[Stored data entries]
Content starts

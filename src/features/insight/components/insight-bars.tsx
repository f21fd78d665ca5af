import { Bar, BarChart, CartesianGrid, LabelList, XAxis, YAxis } from "recharts";
import { useElementWidth } from "../lib/use-element-width.ts";

export interface BarSeries {
  key: string;
  name: string;
  /** A theme token: the teal accent, or a warm grey beside it. */
  colour: "accent" | "grey";
}

export interface BarRow {
  label: string;
  /** The figure written at the end of the bar, as the table writes it. */
  valueText: string;
  [series: string]: string | number;
}

const fills = { accent: "var(--color-accent)", grey: "var(--color-line-strong)" } as const;
// Each bar has its name written above it, so long flow and finding names get the whole width.
const ROW_HEIGHT = 66;
const BAR_SIZE = 26;
const AXIS_HEIGHT = 36;
const VALUE_ROOM = 120;
const LABEL_PX = 18;

const clip = (text: string, width: number) => {
  const room = Math.max(8, Math.floor(width / (LABEL_PX * 0.52)));
  return text.length <= room ? text : `${text.slice(0, room - 1)}…`;
};

/**
 * Horizontal bars, one row per table row, drawn only once the space has a width (never in a
 * layout-less test browser, where the table beside it carries the figures).
 */
export function InsightBars({ rows, series, label, unit }: { rows: BarRow[]; series: BarSeries[]; label: string; unit?: string }) {
  const [ref, width] = useElementWidth<HTMLDivElement>();
  const height = rows.length * ROW_HEIGHT + AXIS_HEIGHT + 12;
  const last = series.at(-1)!.key;
  return (
    <div className="flex min-w-0 flex-col gap-2">
      {series.length > 1 && <Legend series={series} />}
      <div ref={ref} role="img" aria-label={label} className="w-full min-w-0" style={{ height }}>
      {width > 0 && (
        <BarChart width={width} height={height} data={rows} layout="vertical" margin={{ top: 12, right: VALUE_ROOM, bottom: 0, left: 4 }} accessibilityLayer={false} barCategoryGap={0}>
          <CartesianGrid horizontal={false} stroke="var(--color-line)" />
          <XAxis type="number" allowDecimals={false} height={AXIS_HEIGHT} tick={{ fontSize: 16, fill: "var(--color-ink-muted)" }} stroke="var(--color-line-strong)" tickFormatter={(v: number) => (unit === "%" ? `${v}%` : unit ? `${v} ${unit}` : String(v))} />
          <YAxis type="category" dataKey="label" hide />
          {series.map((s) => (
            <Bar key={s.key} dataKey={s.key} name={s.name} stackId="one" fill={fills[s.colour]} barSize={BAR_SIZE} isAnimationActive={false}>
              {s.key === series[0]!.key && (
                <LabelList
                  dataKey="label"
                  content={(props) => (
                    <text x={Number(props.x)} y={Number(props.y) - 9} fontSize={LABEL_PX} fill="var(--color-ink)">
                      {clip(String(props.value), width - 16)}
                    </text>
                  )}
                />
              )}
              {s.key === last && <LabelList dataKey="valueText" position="right" offset={10} fontSize={18} fontWeight={600} fill="var(--color-ink)" />}
            </Bar>
          ))}
        </BarChart>
        )}
      </div>
    </div>
  );
}

// The series named in words beside a swatch; the table beside the chart has every figure too.
function Legend({ series }: { series: BarSeries[] }) {
  return (
    <ul aria-hidden="true" className="flex flex-wrap gap-x-6 gap-y-1 text-base">
      {series.map((s) => (
        <li key={s.key} className="flex items-center gap-2">
          <span className={`inline-block size-4 rounded-sm ${s.colour === "accent" ? "bg-accent" : "bg-line-strong"}`} />
          {s.name}
        </li>
      ))}
    </ul>
  );
}
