import { TextField } from "../../../components/ui/text-field.tsx";
import { buttonClasses } from "../../../components/ui/button.tsx";
import { quickRanges, type RangeCheck } from "../lib/range.ts";

interface RangeFormProps {
  from: string;
  to: string;
  today: string;
  errors: RangeCheck["errors"];
  onChange: (range: { from: string; to: string }) => void;
}

/** Quick ranges and the two days themselves; what is wrong with a day shows under its field. */
export function RangeForm({ from, to, today, errors, onChange }: RangeFormProps) {
  return (
    <form role="search" aria-label="Date range" className="flex flex-col gap-5" onSubmit={(event) => event.preventDefault()}>
      <div role="group" aria-label="Quick ranges" className="flex flex-wrap gap-3">
        {quickRanges.map((quick) => {
          const range = quick.range(today);
          const chosen = range.from === from && range.to === to;
          return (
            <button
              key={quick.id}
              type="button"
              aria-pressed={chosen}
              className={`${buttonClasses({ variant: chosen ? "primary" : "secondary" })} min-w-40`}
              onClick={() => onChange(range)}
            >
              {quick.label}
            </button>
          );
        })}
      </div>
      <div className="grid gap-5 sm:grid-cols-2 sm:items-start">
        <TextField id="insight-from" label="First day" hint="Days run midnight to midnight UTC." type="date" value={from} error={errors.from} onChange={(event) => onChange({ from: event.currentTarget.value, to })} />
        <TextField id="insight-to" label="Last day" hint="Included in the figures." type="date" value={to} error={errors.to} onChange={(event) => onChange({ from, to: event.currentTarget.value })} />
      </div>
    </form>
  );
}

Content ends

» What you need to do: Tally the lines of the records that contain the word "quickRanges", then give only the tally.

» Answer to this exercise: 2